Monitor Attendance Changes
Something that BI does really well that MIS systems often don’t is monitor changes to indicators over time without having to separately filter for each time period. That’s the topic of the second half of this post, experienced developers might want to skip forward but first I’m going to go over date tables, why they’re useful and how to make them.
Date Table – what and why
A date table is a table with one row per day used to control other tables that have daily records, so in the case of schools usually attendance and behaviour. There are three big advantages of using a separate date table rather than a slicer directly on the field Attendance[Date].
- It makes it easier to filter groups of dates like academic years and terms
- You can control multiple data areas with a single date slicer
- The slicer will load quicker because it’s fed from a smaller table
- Certain "time intelligence" DAX functions will work better
How you make a date table
You can load your own date table from a data source like your MIS and if it can produce a table that has a row per date along with the academic year and term then that’s optimal. If not, don’t worry you can make one with DAX. Select New Table from the modelling tab and use the code:
DateTable = CALENDAR("01/09/2019",TODAY())
The start date can be whenever you like (but don’t go back further than you need) and TODAY() means the last row will always be today’s date. If you need to look into the future than you can use TODAY() + a number of days as adding or subtracting integers to dates in DAX changes them by days just like in Excel.
Adding Academic Year
I recommend having two academic year columns, one an integer which allows you to back and forward and the other text in the format 2020-21 which is more intelligible for the user in slicers etc. For the integer column I use the year the academic year ends – so 2020-21 = 2021 but that’s personal preference and it doesn’t matter what you choose as long as it’s consistent.
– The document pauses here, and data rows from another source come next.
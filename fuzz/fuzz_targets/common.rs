//! Shared by the fuzz targets: the library's own readers and commands, run
//! in-process on the fuzzer's bytes (no process is spawned). Errors are the
//! expected answer to most inputs; only a panic, hang or crash is a finding.

#![allow(dead_code)]

use std::io::Read;

/// Reads `bytes` with the in-memory reader and touches every cell through
/// each accessor, as commands do. True when the bytes were a table.
pub fn read_table(bytes: &[u8]) -> bool {
    let Ok(table) = kimech::io::Table::parse("fuzz.csv", bytes, b',') else { return false };
    for row in &table.rows {
        for col in 0..table.columns.len() {
            let _ = table.number(row, col);
            let _ = table.optional_number(row, col);
            let _ = table.concentration(row, col, Some(kimech::units::ConcUnit::Micromolar), "--unit");
            let _ = table.header_unit(col);
        }
    }
    for col in 0..table.columns.len() {
        let _ = table.column_unit(col, None);
    }
    true
}

/// Reads `bytes` with the streaming reader, one row at a time. True when
/// every row was read.
pub fn read_stream(bytes: &[u8]) -> bool {
    let input: Box<dyn Read + Send> = Box::new(std::io::Cursor::new(bytes.to_vec()));
    let Ok(mut stream) = kimech::io::stream::RowStream::new("fuzz.csv", input, b',') else { return false };
    let mut row = kimech::io::input::Record { line: 0, cells: Vec::new() };
    loop {
        match stream.next_into(&mut row) {
            Ok(true) => {}
            Ok(false) => return true,
            Err(_) => return false,
        }
        for col in 0..row.cells.len() {
            let _ = stream.table().number(&row, col);
            let _ = stream.table().concentration(&row, col, None, "--unit");
        }
    }
}

/// The output formats, one of which each command input is written in.
pub const FORMATS: [&str; 3] = ["csv", "json", "table"];

/// The format an input is written in under the fuzzer: taken from its
/// length, so that every writer is reached (a mutation that adds or drops a
/// byte changes it) while the analysis, which costs far more than any
/// writer, runs once per input instead of once per format.
pub fn format_of(bytes: &[u8]) -> &'static str {
    FORMATS[bytes.len() % FORMATS.len()]
}

/// Runs `kimech <args…> FILE --format FORMAT -o /dev/null` on `bytes`
/// through the library's command line (the same path as the binary). True
/// when the command succeeded for every row or group.
pub fn run_command(args: &[&str], bytes: &[u8], format: &str) -> bool {
    static RUNS: std::sync::atomic::AtomicU64 = std::sync::atomic::AtomicU64::new(0);
    let run = RUNS.fetch_add(1, std::sync::atomic::Ordering::Relaxed);
    // Unique per process and call, so parallel test threads do not share a file.
    let path = std::env::temp_dir().join(format!("kimech-fuzz-{}-{run}.csv", std::process::id()));
    if std::fs::write(&path, bytes).is_err() {
        return false;
    }
    let file = path.to_string_lossy().into_owned();
    let mut argv = vec!["kimech"];
    argv.extend_from_slice(args);
    argv.extend_from_slice(&[file.as_str(), "--format", format, "-o", "/dev/null"]);
    let ok = kimech::cli::run(argv).is_ok();
    let _ = std::fs::remove_file(&path);
    ok
}

/// A target: true when the input ran to a result.
pub type Target = fn(&[u8]) -> bool;

/// The command targets by name, with the command line each runs.
pub const COMMANDS: [(&str, &[&str]); 6] = [
    ("rates", &["rates"]),
    ("km", &["km"]),
    ("ic50", &["ic50"]),
    ("mode", &["mode"]),
    ("ki", &KI_ARGS),
    ("rank", &["rank"]),
];

/// A command target's run: its command line on the bytes, in the format the
/// bytes choose.
fn command(name: &str, bytes: &[u8]) -> bool {
    let args = COMMANDS.iter().find(|c| c.0 == name).map_or(&[][..], |c| c.1);
    run_command(args, bytes, format_of(bytes))
}

/// Every fuzz target by name: the corpus directory it reads and what it runs.
pub const TARGETS: [(&str, Target); 8] = [
    ("read_table", read_table),
    ("read_stream", read_stream),
    ("rates", |b| command("rates", b)),
    ("km", |b| command("km", b)),
    ("ic50", |b| command("ic50", b)),
    ("mode", |b| command("mode", b)),
    ("ki", |b| command("ki", b)),
    ("rank", |b| command("rank", b)),
];

/// `ki` with conditions on the command line, so rows without them convert.
pub const KI_ARGS: [&str; 7] = ["ki", "--mechanism", "competitive", "--substrate", "10 uM", "--km", "5 uM"];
To create the year columns add a couple of calculated columns to DateTable:
AcYear = VAR M = MONTH(DateTable[Date]) VAR Y = YEAR(DateTable[Date]) RETURN IF(M>8,Y+1,Y) AcYearDisplay = VAR M = MONTH(DateTable[Date]) VAR Y = YEAR(DateTable[Date]) RETURN IF(M>8, Y & "-" & Y-1999, Y-1 & "-" & Y-2000)
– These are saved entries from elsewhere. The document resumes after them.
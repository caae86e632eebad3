//! Dose-response analysis of one compound: IC50 with its interval, pIC50,
//! Hill coefficient, asymptotes, and quality flags; plate normalisation and
//! Z′.
//!
//! **Model.** Four-parameter logistic (DESIGN §4; [`Logistic`]),
//! y = lower + (upper − lower)/(1 + (x/IC50)^h), fitted on ln IC50, rows at
//! x = 0 included. With a known total enzyme concentration, Morrison's
//! tight-binding equation instead ([`Morrison`]), giving the apparent Ki
//! directly and IC50 = Ki,app + Et/2 (Copeland 2013).
//!
//! **Intervals.** By default Wald on ln IC50: exp(ln IC50 ± t(df)·SE(ln IC50)),
//! SE from the covariance s²(JᵀJ)⁻¹. It costs nothing beyond the fit, which
//! matters at a million curves; profile-likelihood intervals (the engine's
//! [`profile`]) are an option, several refits per end. Hill and the
//! asymptotes get Wald intervals on their own scale.
//!
//! **Calls** (issue 9; DESIGN §5: from the data, not from the asymptotes
//! alone). Each curve gets one [`Call`], and the IC50's qualifier follows:
//! 1. *Flat?* The extra-sum-of-squares F test of a flat line (the mean)
//!    against the fitted curve (Bates & Watts 1988; the nested test `mode`
//!    uses). p ≥ `flat_alpha` (0.05): no significant dose-response. For %
//!    activity a flat line below 50 % is `complete` (`<` lowest: every well
//!    already inhibited); otherwise `inactive` (`>` highest).
//! 2. *Too little?* Fitted inhibition at the highest concentration below
//!    `min_inhibition` (20 %, of 100 % for % activity, of the fitted upper
//!    asymptote for raw signal): `inactive` (`>`).
//! 3. *Where does the curve cross half?* Half is 50 % for % activity (judged
//!    against the control levels) and half-way between the fitted asymptotes
//!    for raw signal. Below half already at the lowest positive
//!    concentration: `complete` (`<`). Still above half at the highest:
//!    `weak` (`>`), or `partial` (`>`) when the curve visibly levels off
//!    (90 % of its own effect inside the range) above half. Otherwise a
//!    `full` curve (`=`), or `partial` (`=`, flag `partial-inhibition`) when
//!    the fitted lower asymptote is above `partial_above` (20 %) of the full
//!    activity. The reported IC50 is the curve's own midpoint (relative
//!    IC50); if that lies outside the range the bound is reported instead.
//!
//! For % activity the asymptotes must stay in a plausible window (upper
//! 70–130 %, lower −30–100 %, all options): a fitted asymptote outside it
//! is held at its control level (100 % or 0 %), the curve refitted, and
//! the flag `upper-outside-window` / `lower-outside-window` raised.
//!
//! **Held slope.** When no transition inside the range determines h (the
//! free fit degenerates) h is held at 1 (common practice) and flagged
//! `hill-fixed`; an in-range IC50 is then approximate (`~`, with a note why),
//! never exact.
//!
//! **Aberrant wells.** The Bonferroni test on externally studentized
//! residuals (Cook & Weisberg, *Residuals and Influence in Regression*,
//! 1982, §2.2): leverages from the model linearised at the optimum; the
//! worst well is marked when |t| > t(1 − α/(2n); df − 1), α = `outlier_alpha`
//! (0.01 per curve), then the curve is refitted without it and tested again,
//! up to `max_outliers` (2) wells (`too-many-outliers` when more would go).
//! It needs only the fit's covariance, so a clean curve costs no refit.
//! Marked wells are listed in every output (`outliers`), flagged
//! `outlier-excluded` (or `outlier-flagged` with [`OutlierMode::Flag`]);
//! [`OutlierMode::Keep`] is plain least squares on every well.
//!
//! pIC50 = −log10(IC50 in mol/L); for a bound, the pIC50 bound runs the
//! other way (`> x` in IC50 is `< p` in pIC50).
//!
//! **Flags** (stable codes; every threshold is an option, the defaults are
//! common practice, not from a single source):
//!
//! | code | when |
//! |---|---|
//! | `ic50-above-range` | call puts the IC50 above the top concentration (qualifier `>`) |
//! | `ic50-below-range` | call puts the IC50 below the lowest positive concentration (qualifier `<`) |
//! | `hill-steep` | \|h\| above `hill_steep` (2), IC50 within range |
//! | `hill-shallow` | \|h\| below `hill_shallow` (0.5), IC50 within range |
//! | `partial-inhibition` | call `partial`: the curve levels off well above zero activity |
//! | `no-inhibition` | call `inactive`: flat line not rejected, or too little inhibition at the top |
//! | `poor-fit` | R² below `min_r2` (0.8); not raised with `no-inhibition` (R² means nothing for a flat curve) |
//! | `too-few-points` | fewer than `min_concentrations` (6) distinct concentrations |
//! | `not-converged` | the minimiser did not stop at a minimum |
//! | `hill-fixed` | the free fit was degenerate; refitted with h = 1 (IC50 `~` or a bound) |
//! | `upper-outside-window` | % activity: fitted upper asymptote outside its window; held at 100 % |
//! | `lower-outside-window` | % activity: fitted lower asymptote outside its window; held at 0 % |
//! | `outlier-excluded` | wells marked by the outlier rule were left out (listed in `outliers`) |
//! | `outlier-flagged` | wells marked by the outlier rule are listed but still fitted |
//! | `too-many-outliers` | the rule would mark more than `max_outliers` wells |
//! | `tight-binding-titration` | Morrison: Ki,app below Et/10 — the curve mostly measures Et |
//! | `plate-z-prime-low` | a plate the compound sits on has Z′ below the limit (0.5) |
//! | `carried-varies` | a carried column has different values within the compound |
//!
//! **Z′** (Zhang, Chung & Oldenburg, J. Biomol. Screen. 4, 67–73, 1999):
//! Z′ = 1 − 3(σ₊ + σ₋)/|μ₊ − μ₋| over a plate's uninhibited (+) and
//! inhibited (−) control wells; below 0.5 the assay window is too narrow for
//! reliable single measurements (their classification; 0.5 is the usual
//! acceptance limit). % activity = 100·(y − μ₋)/(μ₊ − μ₋).

mod projected;

use crate::report::Code;
use serde::Serialize;
use serde::ser::SerializeMap;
Terms are trickier because you can’t work them out from the date alone. If you can get a separate table listing the term dates from your MIS then don’t worry – you can enter them using the ‘Enter Data’ function on the home ribbon. If you copy values from Excel you can paste them straight in. This creates a query with the data in it - later on if you need to edit the values or add rows you do this by opening Power Query with Transform Data, then clicking on the gear next to the Source step of the query. Once you have a TermDates table you can look up the term in a calculated column of your date table like this:
Term = VAR D = Datetable[Date] RETURN CALCULATE(SELECTEDVALUE(TermDates[Term]), TermDates[StartDate]<=D, TermDates[EndDate]>=D)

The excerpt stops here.